Copy out the listing below, keeping every character as is.
########
impl<T: Real> RlgcBuilder<T> {
    /// Sets a frequency-independent series resistance R0 (Ω/m, ≥ 0; default 0),
    /// in addition to the conductors.
    pub fn series_r(mut self, r_ohm_per_m: T) -> Self {
        self.r0 = r_ohm_per_m;
        self
    }
    /// Sets a frequency-independent shunt conductance (S/m, ≥ 0; default 0), in
    /// addition to the dielectric's loss and conductivity.
    pub fn shunt_g(mut self, g_s_per_m: T) -> Self {
        self.g_dc = g_s_per_m;
        self
    }
    /// Sets the dielectric (default: vacuum).
    pub fn dielectric(mut self, dielectric: Dielectric<T>) -> Self {
        self.dielectric = dielectric;
        self
    }
    /// Adds a conductor (at most [`MAX_CONDUCTORS`]; more gives
    /// [`Error::Capacity`] at [`RlgcBuilder::build`]).
    pub fn conductor(mut self, conductor: Conductor<T>) -> Self {
        match self.conductors.iter_mut().find(|c| c.is_none()) {
            Some(slot) => *slot = Some(conductor),
            None => self.overflow = true,
        }
        self
    }
    /// Validates and builds: `l_ext_h_per_m` > 0, `c_vac_f_per_m` > 0,
    /// `r_ohm_per_m` ≥ 0, `g_s_per_m` ≥ 0 (all finite).
    pub fn build(self) -> Result<Rlgc<T>> {
        if self.overflow {
            return Err(Error::Capacity {
                what: "conductors",
                capacity: MAX_CONDUCTORS,
            });
        }
        let l_ext = error::positive(self.l_ext, "l_ext_h_per_m")?;
        let c_vac = error::positive(self.c_vac, self.c_param)?;
        let r0 = error::non_negative(self.r0, "r_ohm_per_m")?;
        let g_user = error::non_negative(self.g_dc, "g_s_per_m")?;
        let sigma = self.dielectric.conductivity_s_per_m();
        let g_dc = error::finite(g_user + sigma * (c_vac / T::eps0()), "g_s_per_m")?;
        let r_dc = r0
            + self
                .conductors
                .iter()
                .flatten()
                .fold(T::zero(), |s, c| s + c.r_dc_ohm_per_m());
        let c_dc = c_vac * self.dielectric.eps_static();
        let zc_dc = if r_dc == T::zero() && g_dc == T::zero() {
            Some(Cx::new(
                error::finite((l_ext / c_dc).sqrt(), self.c_param)?,
                T::zero(),
            ))
        } else {
            None
        };
        let mut base_warnings = Warnings::NONE;
        base_warnings.set_if(
            self.dielectric.is_non_causal(),
            Warnings::NON_CAUSAL_DIELECTRIC,
        );
        let has_tube = self.conductors.iter().flatten().any(|c| c.is_tube());
        let has_conductor = self.conductors.iter().any(|c| c.is_some());
        // |Re ZY| + |Im ZY| within [4√min, √max/4] (so max(|Re|, |Im|) within
        // [2√min, √max/4]): the squared modulus neither overflows nor underflows.
        let safe_hi = T::max_value().sqrt() * T::lit(0.25);
        let safe_lo = T::min_positive_value().sqrt() * T::lit(4.0);
        Ok(Rlgc {
            r0,
            l_ext,
            g_dc,
            c_vac,
            dielectric: self.dielectric,
            conductors: self.conductors,
            two_pi_l: T::two_pi() * l_ext,
            two_pi_c: T::two_pi() * c_vac,
            base_warnings,
            has_tube,
            has_conductor,
            zc_dc,
            safe_lo,
            safe_hi,
        })
    }
}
########
[Completed task]:
impl<T: Real> RlgcBuilder<T> {
    /// Sets a frequency-independent series resistance R0 (Ω/m, ≥ 0; default 0),
    /// in addition to the conductors.
    pub fn series_r(mut self, r_ohm_per_m: T) -> Self {
        self.r0 = r_ohm_per_m;
        self
    }
    /// Sets a frequency-independent shunt conductance (S/m, ≥ 0; default 0), in
    /// addition to the dielectric's loss and conductivity.
    pub fn shunt_g(mut self, g_s_per_m: T) -> Self {
        self.g_dc = g_s_per_m;
        self
    }
    /// Sets the dielectric (default: vacuum).
    pub fn dielectric(mut self, dielectric: Dielectric<T>) -> Self {
        self.dielectric = dielectric;
        self
    }
    /// Adds a conductor (at most [`MAX_CONDUCTORS`]; more gives
    /// [`Error::Capacity`] at [`RlgcBuilder::build`]).
    pub fn conductor(mut self, conductor: Conductor<T>) -> Self {
        match self.conductors.iter_mut().find(|c| c.is_none()) {
            Some(slot) => *slot = Some(conductor),
            None => self.overflow = true,
        }
        self
    }
    /// Validates and builds: `l_ext_h_per_m` > 0, `c_vac_f_per_m` > 0,
    /// `r_ohm_per_m` ≥ 0, `g_s_per_m` ≥ 0 (all finite).
    pub fn build(self) -> Result<Rlgc<T>> {
        if self.overflow {
            return Err(Error::Capacity {
                what: "conductors",
                capacity: MAX_CONDUCTORS,
            });
        }
        let l_ext = error::positive(self.l_ext, "l_ext_h_per_m")?;
        let c_vac = error::positive(self.c_vac, self.c_param)?;
        let r0 = error::non_negative(self.r0, "r_ohm_per_m")?;
        let g_user = error::non_negative(self.g_dc, "g_s_per_m")?;
        let sigma = self.dielectric.conductivity_s_per_m();
        let g_dc = error::finite(g_user + sigma * (c_vac / T::eps0()), "g_s_per_m")?;
        let r_dc = r0
            + self
                .conductors
                .iter()
                .flatten()
                .fold(T::zero(), |s, c| s + c.r_dc_ohm_per_m());
        let c_dc = c_vac * self.dielectric.eps_static();
        let zc_dc = if r_dc == T::zero() && g_dc == T::zero() {
            Some(Cx::new(
                error::finite((l_ext / c_dc).sqrt(), self.c_param)?,
                T::zero(),
            ))
        } else {
            None
        };
        let mut base_warnings = Warnings::NONE;
        base_warnings.set_if(
            self.dielectric.is_non_causal(),
            Warnings::NON_CAUSAL_DIELECTRIC,
        );
        let has_tube = self.conductors.iter().flatten().any(|c| c.is_tube());
        let has_conductor = self.conductors.iter().any(|c| c.is_some());
        // |Re ZY| + |Im ZY| within [4√min, √max/4] (so max(|Re|, |Im|) within
        // [2√min, √max/4]): the squared modulus neither overflows nor underflows.
        let safe_hi = T::max_value().sqrt() * T::lit(0.25);
        let safe_lo = T::min_positive_value().sqrt() * T::lit(4.0);
        Ok(Rlgc {
            r0,
            l_ext,
            g_dc,
            c_vac,
            dielectric: self.dielectric,
            conductors: self.conductors,
            two_pi_l: T::two_pi() * l_ext,
            two_pi_c: T::two_pi() * c_vac,
            base_warnings,
            has_tube,
            has_conductor,
            zc_dc,
            safe_lo,
            safe_hi,
        })
    }
}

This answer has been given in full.